WHAT YOU NEED TO DO:
For every line in the entries that contains "room", show the whole line.

EXCERPTED RECORDS:
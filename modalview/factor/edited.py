"""Counts after edits of single terms, from the factors of the model before: no new factorization."""

from dataclasses import dataclass

import numpy as np
import numpy.typing as npt
import scipy.sparse as sp

from modalview.errors import NumericalError
from modalview.factor.earlier import Earlier
from modalview.factor.inertia import Inertia
from modalview.factor.rounding import SLACK, gamma
from modalview.factor.shifted import ShiftedPencil

Array = npt.NDArray[np.float64]

# Beyond so many edited directions a new factorization is cheaper and knows its rounding.
MOST_EDITS = 10

# Below this size a new factorization is as quick (a third of a factorization at 1,000 coordinates).
WORTH_KEEPING = 1_500

# What rounding did to the solves is measured by their residual, to first order; as much again for the rest.
DOUBT = 2.0
LEAST_DOUBT = 1e-12


METHOD = "sparse LDL^T before the edit, bordered by it"


@dataclass(frozen=True, slots=True, eq=False)
class Bounds:
    """What proves a count after edits. Y = (K - sigma M)^-1 A as computed, R = A - (K - sigma M) Y.

    Parameters
    ----------
    flexibility, inertia, residual : array (q, q)
        Entry by entry at least what is lost of Y^T A by rounding and of its distance from Y^T A + Y^T R;
        |Y^T M Y|; |R^T M^-1 R|.
    """

    flexibility: Array
    inertia: Array
    residual: Array


@dataclass(frozen=True, slots=True, eq=False)
class EditedCount:
    """Negative eigenvalues of K - sigma M + sum v_i a_i a_i^T for any v, from one factorization.

    Parameters
    ----------
    found : Inertia
        Of K - sigma M before the edit; its uncertainty is finite.
    answers : array (n, q)
        (K - sigma M)^-1 A.
    flexibility : array (q, q)
        A^T (K - sigma M)^-1 A.
    error : array (q, q)
        What rounding may have done to it, by the residual.
    bounds : Bounds or None
        None where nothing is proven: there are massless coordinates.
    """

    found: Inertia
    answers: Array
    flexibility: Array
    error: Array
    bounds: Bounds | None

    def after(self, change: Array) -> int | None:
        """Count after the edit; None where rounding leaves it open, and a new factorization is due.

        Parameters
        ----------
        change : array (q,)
            v: what is added to the stiffness of each direction a_i, N/m; -sigma dm for a mass.

        Notes
        -----
        N(S + A V A^T) = N(S) + N(-V^-1 - A^T S^-1 A) - N(-V^-1), from the inertia of
        [[S, A], [A^T, -V^-1]] by either block (E. V. Haynsworth (1968), Linear Algebra Appl. 1, 73). Scaled
        by sqrt |V| the small matrix has entries near 1. An estimate, not a proof: the uncertainty of the
        factors themselves (``found.uncertainty``) stands as it did.
        """
        edited = np.flatnonzero(change)
        if edited.size == 0:
            return self.found.negative
        size = np.sqrt(np.abs(change[edited]))
        scaling = np.outer(size, size)
        inner = -np.diag(np.sign(change[edited])) - scaling * self.flexibility[np.ix_(edited, edited)]
        doubt = DOUBT * float(np.linalg.norm(scaling * self.error[np.ix_(edited, edited)]))
        doubt += LEAST_DOUBT * float(np.linalg.norm(inner))
        values = np.linalg.eigvalsh(inner)
        if np.abs(values).min() <= doubt:
            return None
        jump = int(np.count_nonzero(values < 0)) - int(np.count_nonzero(change[edited] > 0))
        return self.found.negative + jump

    def proven(self, change: Array) -> Inertia:
        """Count after the edit, with a proven uncertainty; infinite where nothing is proven.

        Parameters
        ----------
        change : array (q,)
            As for `after`, of stiffness terms: a mass that shrinks would shrink the unit of the uncertainty.

        Notes
        -----
        The factors count H exactly, |H - (K - sigma M)| <= delta M as quadratic forms, delta the uncertainty
        of ``found``. Scaled by sqrt |V|, the bordered matrix [[H + t M, A], [A^T, -sign V]] has N(H + t M +
        A V A^T) + (number of v > 0) negative eigenvalues (Haynsworth). Congruence by the computed Y, whatever
        its error, turns it into [[H + t M, R - t M Y], [., -G + t Y^T M Y]] with R = A - H Y and
        G = sign V + Y^T A + R^T Y, symmetric parts. For t = eta > 0 and any s, 2 y^T (R - eta M Y) s >=
        -eta y^T M y - s^T (R - eta M Y)^T M^-1 (R - eta M Y) s / eta, so that the bordered matrix is at least
        diag(H, -G - R^T M^-1 R / eta + R^T Y + Y^T R): terms in eta Y^T M Y cancel. With rho and xi the norms
        of M^(-1/2) R and M^(1/2) Y, its lower block has no more negative eigenvalues than -G while

            rho**2 / eta + 2 rho xi < least |eigenvalue of G|,

        whence N(H + eta M + A V A^T) <= c = N(H) + N(-G) - (number of v > 0). In the same way t = -eta gives
        c <= N(H - eta M + A V A^T). So c lies between the true counts at sigma - delta - eta and sigma +
        delta + eta. R is known for K - sigma M as stored: H Y differs from that by delta xi at most, and
        Y^T H Y by delta xi**2. No distance to the nearest mode is needed; near one, Y is large and nothing
        is proven.
        """
        edited = np.flatnonzero(change)
        if edited.size == 0:
            return self.found
        sigma, delta = self.found.sigma, self.found.uncertainty
        if self.bounds is None:
            return Inertia(sigma, 0, np.inf, METHOD)
        size, chosen = np.sqrt(np.abs(change[edited])), np.ix_(edited, edited)
        scaling = np.outer(size, size)

        def norm(square: Array) -> float:
            return SLACK * float(np.linalg.norm(scaling * square[chosen]))

        flexibility = scaling * self.flexibility[chosen]
        values = np.linalg.eigvalsh(np.diag(np.sign(change[edited])) + flexibility)
        xi = np.sqrt(norm(self.bounds.inertia))
        rho = np.sqrt(norm(self.bounds.residual)) + delta * xi
        # the change is a rounded difference; eigenvalues of the small matrix: gamma_(20 q) of its norm
        doubt = gamma(20 * edited.size + 8) * (edited.size + SLACK * float(np.linalg.norm(flexibility)))
        doubt += norm(self.bounds.flexibility) + delta * xi**2
        room = float(np.abs(values).min()) - SLACK * (doubt + 2 * rho * xi)
        if not room > 0:
            return Inertia(sigma, 0, np.inf, METHOD)
        jump = int(np.count_nonzero(values > 0)) - int(np.count_nonzero(change[edited] > 0))
        return Inertia(sigma, self.found.negative + jump, delta + SLACK * rho**2 / room, METHOD)


def edited_count(shifted: ShiftedPencil, found: Inertia, directions: sp.csr_array) -> EditedCount:
    """Prepare counts after edits along some directions at the shift of ``found``.

    Parameters
    ----------
    shifted : ShiftedPencil
        Before the edits.
    found : Inertia
        By ``shifted.factorize``.
    directions : csr_array (q, n)
        Rows a_i: of edited terms, or unit vectors for masses. At most ``MOST_EDITS``.

    Raises
    ------
    NumericalError
        Too many directions, or the factors prove nothing.

    Notes
    -----
    Cost: two solves for each direction and a few products; then next to nothing for each value of a drag.
    Below some 500 coordinates the calls themselves cost as much as the solves: a first count then takes half
    of a new factorization, which is a third of a millisecond.
    """
    if directions.shape[0] > MOST_EDITS or not found.uncertainty < np.inf:
        raise NumericalError(
            f"{directions.shape[0]} edited directions at {found.sigma:g} rad²/s²: factor anew "
            f"(at most {MOST_EDITS}, from factors that count)."
        )
    right = directions.toarray().T
    answers = shifted.solve(found, right)
    pattern = shifted.pattern
    matrix = pattern.matrix(shifted.stiffness - found.sigma * shifted.inertia)
    turned = np.empty_like(answers)
    turned[pattern.stored] = answers
    product = (matrix @ turned)[pattern.stored]
    residual = right - product
    flexibility = answers.T @ right
    error = np.abs(answers.T @ residual)
    return EditedCount(
        found=found,
        answers=answers,
        flexibility=(flexibility + flexibility.T) / 2,
        error=np.maximum(error, error.T),
        bounds=_bounds(shifted, matrix, turned, right, residual)
        if shifted.extents.margin == np.inf
        else None,
    )


def _bounds(
    shifted: ShiftedPencil, matrix: sp.csc_array, turned: Array, right: Array, residual: Array
) -> Bounds:
    """Bound what the proof needs; ``turned`` (n, q) is Y in the stored order, as is ``matrix``."""
    pattern, basis_t = shifted.pattern, shifted.extents.basis_t
    stored, order = pattern.stored, np.argsort(pattern.place)
    size = np.abs(turned)
    most = int(np.diff(matrix.indptr).max())
    lost = gamma(most + 2) * ((abs(matrix) @ size)[stored] + np.abs(right))
    left = np.abs(residual) + lost
    rounded = basis_t @ left[order]
    inertial = abs(pattern.matrix(shifted.inertia)) @ size
    own = size[stored]
    entries = int(np.count_nonzero(right, axis=0).max(initial=1))
    off = own.T @ left + gamma(entries + 4) * (own.T @ np.abs(right))
    return Bounds(np.maximum(off, off.T), size.T @ inertial, rounded.T @ rounded)


def count_at(shifted: ShiftedPencil, sigma: float) -> Inertia:
    """Count as ``shifted.factorize`` does, from the factors of an earlier count where a few springs differ.

    Every count made anew is kept with its factors for the next edit. It serves a model of the same masses,
    geometry and joints in which at most ten terms have another value.
    """
    if shifted.n < WORTH_KEEPING or shifted.relative is None or shifted.extents.margin < np.inf:
        return shifted.factorize(sigma)
    earlier = shifted.pattern.earlier
    for one in earlier.at(sigma):
        found = _after_edit(one, shifted)
        if found is not None:
            return found
    found = shifted.factorize(sigma)
    if found.uncertainty < np.inf:
        earlier.keep(Earlier(shifted, found), int(shifted.pattern.terms.sum()))
    return found


def _after_edit(one: Earlier, shifted: ShiftedPencil) -> Inertia | None:
    """Return what an earlier count proves for a model of the same pattern; None where it proves nothing."""
    old, new = one.shifted.relative, shifted.relative
    if old is None or new is None or old.rows is not new.rows:
        return None
    if not np.array_equal(one.shifted.inertia, shifted.inertia):
        return None
    terms = np.flatnonzero(new.stiffness != old.stiffness)
    if terms.size == 0:
        return one.found
    if terms.size > MOST_EDITS:
        return None
    if one.prepared is None or one.terms != tuple(terms.tolist()):
        one.prepared = edited_count(one.shifted, one.found, sp.csr_array(old.rows[terms]))
        one.terms = tuple(terms.tolist())
    found = one.prepared.proven((new.stiffness - old.stiffness)[terms])
    return found if found.uncertainty < np.inf else None
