"""An edit from two models: what differs between before and after, kept small, with its way back.

Drawing operations are plain functions from model to model; here they become edits. Parts that both
models share stay the very same objects when the edit is applied and when it is reverted.
"""

import re
from collections import Counter
from collections.abc import Hashable
from dataclasses import dataclass, replace
from typing import Any

from modalview.errors import Fault, ModelFaultsError
from modalview.model.fields import fields_of
from modalview.model.parts import Model
from modalview.model.rules import faults


@dataclass(frozen=True, slots=True)
class _Whole:
    """Another thing in a field that is no list."""

    old: Any
    new: Any

    def put(self, _there: Any) -> Any:
        return self.new

    def back(self, _there: Any) -> Any:
        return self.old


@dataclass(frozen=True, slots=True)
class _Items:
    """Other items at some places of a list that keeps its length."""

    items: tuple[tuple[int, Any, Any], ...]

    def put(self, there: tuple[Any, ...]) -> tuple[Any, ...]:
        return self._with(there, 2)

    def back(self, there: tuple[Any, ...]) -> tuple[Any, ...]:
        return self._with(there, 1)

    def _with(self, there: tuple[Any, ...], which: int) -> tuple[Any, ...]:
        found = list(there)
        for item in self.items:
            found[item[0]] = item[which]
        return tuple(found)


@dataclass(frozen=True, slots=True)
class _Stretch:
    """Other items in one stretch of a list."""

    start: int
    old: tuple[Any, ...]
    new: tuple[Any, ...]

    def put(self, there: tuple[Any, ...]) -> tuple[Any, ...]:
        return (*there[: self.start], *self.new, *there[self.start + len(self.old) :])

    def back(self, there: tuple[Any, ...]) -> tuple[Any, ...]:
        return (*there[: self.start], *self.old, *there[self.start + len(self.new) :])


_Change = _Whole | _Items | _Stretch


@dataclass(frozen=True, slots=True)
class Rewrite:
    """An edit that turns one model into another.

    Parameters
    ----------
    text : str
        For the undo menu.
    changes : tuple of (field of the model, change)
    merge : hashable or None
        Consecutive edits with the same one are one step for the person, such as those of one drag.
    """

    text: str
    changes: tuple[tuple[str, _Change], ...]
    merge: Hashable | None = None

    def __bool__(self) -> bool:
        """Tell whether anything changes."""
        return bool(self.changes)

    def apply(self, model: Model) -> Model:
        """Return the model with the change."""
        fields: dict[str, Any] = {name: change.put(getattr(model, name)) for name, change in self.changes}
        return replace(model, **fields)

    def revert(self, model: Model) -> Model:
        """Return the model without it again."""
        fields: dict[str, Any] = {name: change.back(getattr(model, name)) for name, change in self.changes}
        return replace(model, **fields)


def edit_between(before: Model, after: Model, text: str, *, merge: Hashable | None = None) -> Rewrite:
    """Return the edit that makes ``after`` of ``before``.

    Linear in the length of the lists that are not the same object; equal parts are not looked into
    when they are the same object.

    >>> fan = Model(title="Fan")
    >>> edit = edit_between(Model(), fan, "Name it")
    >>> edit.apply(Model()) == fan, edit.revert(fan) == Model(), bool(edit_between(fan, fan, ""))
    (True, True, False)
    """
    changes = []
    for field in fields_of(Model):
        old, new = getattr(before, field.name), getattr(after, field.name)
        if old is not new and old != new:
            lists = isinstance(old, tuple) and isinstance(new, tuple)
            changes.append((field.name, _difference(old, new) if lists else _Whole(old, new)))
    return Rewrite(text, tuple(changes), merge)


def checked_edit(before: Model, after: Model, text: str, *, merge: Hashable | None = None) -> Rewrite:
    """Return the edit between two models unless it breaks a rule.

    Raises
    ------
    ModelFaultsError
        With the faults that the change adds; those the model has already do not stand in the way.
    """
    added = added_faults(before, after)
    if added:
        raise ModelFaultsError(added)
    return edit_between(before, after, text, merge=merge)


def added_faults(before: Model, after: Model) -> tuple[Fault, ...]:
    """Return the faults of ``after`` that ``before`` does not have; places in lists do not count."""
    found = faults(after)
    if not found:
        return ()
    known = Counter(map(_wherever, faults(before)))
    added = []
    for fault in found:
        if known[_wherever(fault)]:
            known[_wherever(fault)] -= 1
        else:
            added.append(fault)
    return tuple(added)


def joined(first: Rewrite, second: Rewrite, after: Model) -> Rewrite:
    """Return two edits made one after the other as one.

    Parameters
    ----------
    after : Model
        As it is with both applied.
    """
    return edit_between(first.revert(second.revert(after)), after, second.text, merge=second.merge)


def _wherever(fault: Fault) -> tuple[str, str]:
    """Return a fault without the numbers of the parts in their lists, which removing a part shifts."""
    return re.sub(r"\[\d+\]", "[]", fault.path), re.sub(r"\[\d+\]", "[]", fault.reason)


def _difference(old: tuple[Any, ...], new: tuple[Any, ...]) -> _Items | _Stretch:
    if len(old) == len(new):
        pairs = enumerate(zip(old, new, strict=True))
        return _Items(tuple((at, one, other) for at, (one, other) in pairs if not _same(one, other)))
    shorter = min(len(old), len(new))
    start = next((at for at in range(shorter) if not _same(old[at], new[at])), shorter)
    left = shorter - start
    end = next((at for at in range(left) if not _same(old[-1 - at], new[-1 - at])), left)
    return _Stretch(start, old[start : len(old) - end], new[start : len(new) - end])


def _same(one: Any, other: Any) -> bool:
    return one is other or one == other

FINISHED TASK:
        room = float(np.abs(values).min()) - SLACK * (doubt + 2 * rho * xi)
        if not room > 0:
        return Inertia(sigma, self.found.negative + jump, delta + SLACK * rho**2 / room, METHOD)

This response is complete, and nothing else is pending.